Trump administration officials are considering banning Americans from investing in two Chinese Internet giants, Alibaba and Tencent. That could mean further restrictions on Americans investing in Chinese companies before the Trump administration leaves office.
Officials at the State and Defense departments have been discussing in recent weeks whether to expand a list of Chinese companies linked to China’s military or security services that would restrict Americans from investing in them. According to a report in The Wall Street Journal on Wednesday (Jan. 6), sources familiar with the matter said officials at the State and Defense departments interacted with the Treasury Department on what impact adding Alibaba and Tencent to the blacklist would have on the broader capital markets. The plan is still in the discussion stage and will not necessarily be implemented, according to the report.
Tencent and Alibaba are China’s top listed companies by market capitalization. The two companies have a combined market capitalization of more than $1.3 trillion. Dozens of U.S. mutual funds and other investors hold shares in the two companies. On Wednesday, Alibaba’s New York-listed American Depositary Receipts fell more than 5 percent, while Tencent’s ADRs fell about 4 percent on the U.S. over-the-counter market.
The U.S. government released its initial list last November that included 31 Chinese companies. The blacklist is one of the measures taken by the Trump administration to target investment in Chinese companies.
In addition, the New York Stock Exchange on Wednesday again reversed its decision on whether to delist China’s top three telecoms players, saying it will move forward with delisting China Mobile, China Telecom and China Unicom (Hong Kong) based on a U.S. presidential executive order. Earlier this year, the NYSE announced its decision to delist the three Chinese companies. But on Jan. 4, in a surprise move, the NYSE said it would no longer push the delisting plan and would allow their stocks and bonds to continue trading on the NYSE.
The NYSE said Wednesday that trading in the U.S.-listed stocks in question was suspended at 4 a.m. ET next Monday (Jan. 11). The NYSE said it was taking this latest move after receiving “new specific guidance” from the U.S. Treasury Department’s Office of Foreign Assets Control (OFAC) on Tuesday.

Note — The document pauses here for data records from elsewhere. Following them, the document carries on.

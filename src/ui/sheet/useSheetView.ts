/** Tells the write-a-block line and the commands what is seen of the sheet and where the pointer is over it. */

import { useEffect } from 'react';
import { useReactFlow } from 'reactflow';
import { setSheetView } from '../write-line/sheet-view.ts';
import { glideView } from './glide-view.ts';
import { setConverter, setPointer } from './pointer.ts';

/** Pixels that a revealed block keeps from the edge: half a wide block and its label. */
const EDGE = 110;

const MILLISECONDS = 160;

export function useSheetView(): void {
  const flow = useReactFlow();
  useEffect(() => {
    const at = (across: number, down: number): [number, number] => {
      const box = visibleBox();
      const { x, y } = flow.screenToFlowPosition({
        x: box.left + across * (box.right - box.left),
        y: box.top + down * (box.bottom - box.top),
      });
      return [x, y];
    };
    setSheetView({
      start: () => at(0.12, 0.35),
      centre: () => at(0.5, 0.5),
      onScreen: ([x, y]) => flow.flowToScreenPosition({ x, y }),
      reveal: ([x, y]) => {
        const box = visibleBox();
        const place = flow.flowToScreenPosition({ x, y });
        const dx = beyond(place.x, box.left + EDGE, box.right - EDGE);
        const dy = beyond(place.y, box.top + EDGE / 2, box.bottom - EDGE / 2);
        if (dx === 0 && dy === 0) return;
        const { x: left, y: top, zoom } = flow.getViewport();
        glideView(flow, { x: left - dx, y: top - dy, zoom }, MILLISECONDS);
      },
    });
    setConverter((x, y) => {
      const place = flow.screenToFlowPosition({ x, y }, { snapToGrid: false });
      return [place.x, place.y];
    });
  }, [flow]);
  useEffect(followPointer, []);
}

/** Only a mouse or a pen stays over the sheet; where a finger was last says nothing. */
function followPointer(): () => void {
  const onMove = ({ target, clientX, clientY, pointerType }: PointerEvent) => {
    const isOver = pointerType !== 'touch' && target instanceof Element && target.closest('.sheet') !== null;
    setPointer(isOver ? [clientX, clientY] : null);
  };
  window.addEventListener('pointermove', onMove, { passive: true });
  return () => window.removeEventListener('pointermove', onMove);
}

/** The sheet above the write-a-block line, in pixels of the window. */
function visibleBox(): { left: number; top: number; right: number; bottom: number } {
  const box = document.querySelector('.sheet')?.getBoundingClientRect() ?? new DOMRect();
  const line = document.querySelector('.write-line')?.getBoundingClientRect();
  const bottom = line === undefined || line.top > box.bottom ? box.bottom : line.top;
  return { left: box.left, top: box.top, right: box.right, bottom };
}

/** How far a value lies outside a range, signed. */
function beyond(value: number, low: number, high: number): number {
  return value < low ? value - low : Math.max(0, value - high);
}
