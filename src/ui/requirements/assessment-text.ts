/** The words for a judged requirement. */

import type { Assessment } from '../../analysis/index.ts';
import { type Requirement, requirementRule } from '../../diagram/index.ts';
import { formatNumber } from '../figures/index.ts';

const DIGITS = 4;

/** `23.39 %`, `45.2°`, `0.5`. */
export function withUnit({ kind }: Requirement, figure: number): string {
  const { unit } = requirementRule(kind);
  return `${formatNumber(figure, DIGITS)}${unit === '°' || unit === '' ? unit : `\u00a0${unit}`}`;
}

/** The measured figure, or why there is none. */
export function measuredText(
  requirement: Requirement,
  { value, reason }: Pick<Assessment, 'value' | 'reason'>,
): string {
  return value === null ? reason : withUnit(requirement, value);
}

/** `inside by 1.61 %`; empty without a figure. */
export function slackText(requirement: Requirement, { slack }: Pick<Assessment, 'slack'>): string {
  if (slack === null) return '';
  return `${slack >= 0 ? 'inside' : 'outside'} by ${withUnit(requirement, Math.abs(slack))}`;
}

export const STATUS_WORDS = { met: 'met', missed: 'missed', unchecked: 'not checked' } as const;

/** `All 5 requirements met`, `2 of 5 requirements not met`. */
export function countText(assessments: readonly Pick<Assessment, 'status'>[]): string {
  const all = assessments.length;
  const missed = assessments.filter(({ status }) => status !== 'met').length;
  const noun = all === 1 ? 'requirement' : 'requirements';
  if (missed > 0) return `${missed} of ${all} ${noun} not met`;
  return all === 1 ? 'the requirement is met' : `all ${all} ${noun} met`;
}
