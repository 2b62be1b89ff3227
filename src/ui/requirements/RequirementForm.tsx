/** The form that a requirement is written in: its kind first, then the fields that the kind has. */

import { type FormEvent, type KeyboardEvent, useId, useState } from 'react';
import { REQUIREMENT_KIND_NAMES, type RequirementKind, requirementRule } from '../../diagram/index.ts';
import { LabelledChoice, LabelledField } from './LabelledField.tsx';
import { missingIn, type Nameable, type RequirementDraft, withKind } from './requirement-draft.ts';

interface RequirementFormProps {
  /** What the form is called: a new requirement, or one that is changed. */
  readonly title: string;
  readonly start: RequirementDraft;
  readonly names: Nameable;
  /** Takes the draft; the message where it is refused. */
  readonly onDone: (draft: RequirementDraft) => string | null;
  readonly onCancel: () => void;
}

const KINDS = REQUIREMENT_KIND_NAMES.map(kind => ({
  value: kind,
  text: requirementRule(kind).words.replace(/^the /, ''),
}));

export function RequirementForm({ title, start, names, onDone, onCancel }: RequirementFormProps) {
  const headingId = useId();
  const [draft, setDraft] = useState(start);
  const [fault, setFault] = useState<string | null>(null);
  const change = (part: Partial<RequirementDraft>) => setDraft(before => ({ ...before, ...part }));
  const submit = (event: FormEvent) => {
    event.preventDefault();
    setFault(missingIn(draft) ?? onDone(draft));
  };
  const leave = (event: KeyboardEvent) => {
    if (event.key !== 'Escape') return;
    event.stopPropagation();
    onCancel();
  };
  return (
    <form className="requirement-form" aria-labelledby={headingId} onSubmit={submit} onKeyDown={leave}>
      <h3 id={headingId}>{title}</h3>
      <LabelledChoice
        label="What"
        value={draft.kind}
        choices={KINDS}
        isFirst
        onChange={kind => setDraft(withKind(draft, kind as RequirementKind))}
      />
      <SubjectFields draft={draft} names={names} onChange={change} />
      <BoundFields draft={draft} onChange={change} />
      <LabelledField label="Note" value={draft.note} onChange={note => change({ note })} />
      <label className="requirement-check">
        <input
          type="checkbox"
          checked={draft.tolerances}
          onChange={event => change({ tolerances: event.currentTarget.checked })}
        />{' '}
        for the whole tolerance of the parameters, too
      </label>
      {fault !== null && (
        <p className="requirement-fault" role="alert">
          {fault}
        </p>
      )}
      <p className="requirement-buttons">
        <button type="submit" className="button button-main">
          Keep
        </button>
        <button type="button" className="button" onClick={onCancel}>
          Cancel
        </button>
      </p>
    </form>
  );
}

interface PartProps {
  readonly draft: RequirementDraft;
  readonly onChange: (part: Partial<RequirementDraft>) => void;
}

function SubjectFields({ draft, names, onChange }: PartProps & { readonly names: Nameable }) {
  const { subject, hasBand } = requirementRule(draft.kind);
  return (
    <>
      {subject === 'channel' && (
        <>
          <LabelledChoice
            label="From"
            value={draft.input}
            choices={choicesOf(names.inputs, draft.input)}
            onChange={input => onChange({ input })}
          />
          <LabelledChoice
            label="To"
            value={draft.output}
            choices={choicesOf(names.outputs, draft.output)}
            onChange={output => onChange({ output })}
          />
        </>
      )}
      {subject === 'cut' && (
        <LabelledChoice
          label="At"
          value={draft.cut}
          choices={choicesOf(names.cuts, draft.cut)}
          onChange={cut => onChange({ cut })}
        />
      )}
      {hasBand && (
        <>
          <LabelledField label="Band from, rad/s" value={draft.low} onChange={low => onChange({ low })} />
          <LabelledField label="Band to, rad/s" value={draft.high} onChange={high => onChange({ high })} />
        </>
      )}
    </>
  );
}

/** The names there are, and the one that is written even where it is gone from the drawing. */
function choicesOf(names: readonly string[], written: string) {
  const all = names.includes(written) || written === '' ? names : [...names, written];
  return all.map(name => ({ value: name, text: name }));
}

const SIDES = { most: 'at most', least: 'at least' } as const;

function BoundFields({ draft, onChange }: PartProps) {
  const { bounds, unit } = requirementRule(draft.kind);
  if (bounds.length === 0) return null;
  const label = unit === '' ? SIDES[draft.side] : `${SIDES[draft.side]}, ${unit === '°' ? 'degrees' : unit}`;
  return (
    <>
      {bounds.length > 1 && (
        <LabelledChoice
          label="Side"
          value={draft.side}
          choices={bounds.map(side => ({ value: side, text: SIDES[side] }))}
          onChange={side => onChange({ side: side === 'most' ? 'most' : 'least' })}
        />
      )}
      <LabelledField label={label} value={draft.bound} onChange={bound => onChange({ bound })} />
    </>
  );
}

The Trump administration has shown a tougher stance toward China in economic, political, trade and market areas, after decades of U.S. government policies that have extensively cultivated closer ties with China. The impact of the shift in U.S. policy toward China has also rippled through the global economy.
Discussions about moving supply chains out of China have been ongoing. Some U.S. companies have begun moving their production lines out of China or are more concerned about the security of their industry secrets. The Wall Street Journal reported on Wall Street that U.S. financial centers have sought to forge closer ties between the two countries’ financial markets, and that tying investors’ money to China is now increasingly risky.
In the final weeks of the Trump administration, disagreements have emerged across the U.S. government over whether to expand the blacklist of Chinese companies that restrict investment by Americans. Defense Department and State Department officials want to expand the list to include well-known Chinese companies and subsidiaries of those already on the list, according to a report in The Wall Street Journal. The two departments have urged tougher measures to stop Chinese military and security services from accessing U.S. databases, advanced technology and expertise.
The Treasury Department, for its part, wants to narrow the scope of the list because it is concerned that mandatory sell-offs could cause shocks to financial markets, the report said.
While Alibaba and Tencent are not Chinese state-owned companies, the State and Defense departments have long warned that the companies could be pressured by Beijing authorities to provide them with data on U.S. citizens and businesses.
Earlier this week, President Trump also signed an executive order banning U.S. individuals and companies from conducting transactions through eight Chinese apps, including Alibaba-related businesses Ant Financial Services and Alipay, and Tencent’s WeChat Pay, among others. The ban is scheduled to take effect in 45 days.